Collected data entries:

-- Opening Marker --

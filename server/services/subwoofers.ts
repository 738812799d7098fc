import { AnalysisFailedError, runSubwooferSearch } from '../analysis/service'
import { AppError, badRequest } from '../errors'
import type { Room } from '../../shared/schemas/room'
import type { SubwooferAdvice } from '../../shared/acoustics'
import { checkMaterials } from './rooms'

/**
 * Where one, two or four subwoofers should stand for every seat of a room as described (saved or
 * not): validated here, searched in the worker pool.
 */
export async function searchRoomSubwoofers(room: Room, counts: number[]): Promise<SubwooferAdvice> {
  checkMaterials(room)
  try {
    return await runSubwooferSearch({ room, counts })
  } catch (err) {
    if (err instanceof AnalysisFailedError) throw new AppError('The subwoofer search could not finish just now; try again in a moment', { status: 503, code: err.code })
    if (err instanceof Error && err.name === 'RangeError') throw badRequest(err.message)
    throw err
  }
}
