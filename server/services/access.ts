import { findCase, roomHasSubmittedCase } from '../data/cases'
import { findRoom } from '../data/rooms'
import { notFound } from '../errors'
import type { User } from '../../shared/schemas/auth'
import type { Transaction } from 'sequelize'

export const isStaff = (u: User) => u.role === 'advisor' || u.role === 'supervisor'

/**
 * A case is readable by its listener, and by advisors and supervisors once it has been submitted.
 * Everyone else gets 404, so nobody learns that a case they may not see exists.
 */
export async function readableCase(user: User, caseId: string, t?: Transaction) {
  if (!/^[0-9a-f-]{36}$/i.test(caseId)) throw notFound('That case')
  const c = await findCase(caseId, t)
  if (!c) throw notFound('That case')
  if (c.listenerId === user.id) return c
  if (isStaff(user) && c.status !== 'draft') return c
  throw notFound('That case')
}

/** Rooms: the owner, or staff when the room belongs to a case they may read. */
export async function readableRoom(user: User, roomId: string, revision?: number) {
  if (!/^[0-9a-f-]{36}$/i.test(roomId)) throw notFound('That room')
  const room = await findRoom(roomId, revision)
  if (!room) throw notFound('That room')
  if (room.ownerId === user.id) return room
  if (isStaff(user) && (await roomHasSubmittedCase(roomId))) return room
  throw notFound('That room')
}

-- Closing Marker --

= What this task involves =
When you answer, repeat every record exactly, omitting nothing.

= Expected answer =
filename server/services/subwoofers.ts
repository 738812799d7098fc
import { AnalysisFailedError, runSubwooferSearch } from '../analysis/service'
import { AppError, badRequest } from '../errors'
import type { Room } from '../../shared/schemas/room'
import type { SubwooferAdvice } from '../../shared/acoustics'
import { checkMaterials } from './rooms'

/**
 * Where one, two or four subwoofers should stand for every seat of a room as described (saved or
 * not): validated here, searched in the worker pool.
 */
export async function searchRoomSubwoofers(room: Room, counts: number[]): Promise<SubwooferAdvice> {
  checkMaterials(room)
  try {
    return await runSubwooferSearch({ room, counts })
  } catch (err) {
    if (err instanceof AnalysisFailedError) throw new AppError('The subwoofer search could not finish just now; try again in a moment', { status: 503, code: err.code })
    if (err instanceof Error && err.name === 'RangeError') throw badRequest(err.message)
    throw err
  }
}
filename server/services/access.ts
import { findCase, roomHasSubmittedCase } from '../data/cases'
import { findRoom } from '../data/rooms'
import { notFound } from '../errors'
import type { User } from '../../shared/schemas/auth'
import type { Transaction } from 'sequelize'

export const isStaff = (u: User) => u.role === 'advisor' || u.role === 'supervisor'

/**
 * A case is readable by its listener, and by advisors and supervisors once it has been submitted.
 * Everyone else gets 404, so nobody learns that a case they may not see exists.
 */
export async function readableCase(user: User, caseId: string, t?: Transaction) {
  if (!/^[0-9a-f-]{36}$/i.test(caseId)) throw notFound('That case')
  const c = await findCase(caseId, t)
  if (!c) throw notFound('That case')
  if (c.listenerId === user.id) return c
  if (isStaff(user) && c.status !== 'draft') return c
  throw notFound('That case')
}

/** Rooms: the owner, or staff when the room belongs to a case they may read. */
export async function readableRoom(user: User, roomId: string, revision?: number) {
  if (!/^[0-9a-f-]{36}$/i.test(roomId)) throw notFound('That room')
  const room = await findRoom(roomId, revision)
  if (!room) throw notFound('That room')
  if (room.ownerId === user.id) return room
  if (isStaff(user) && (await roomHasSubmittedCase(roomId))) return room
  throw notFound('That room')
}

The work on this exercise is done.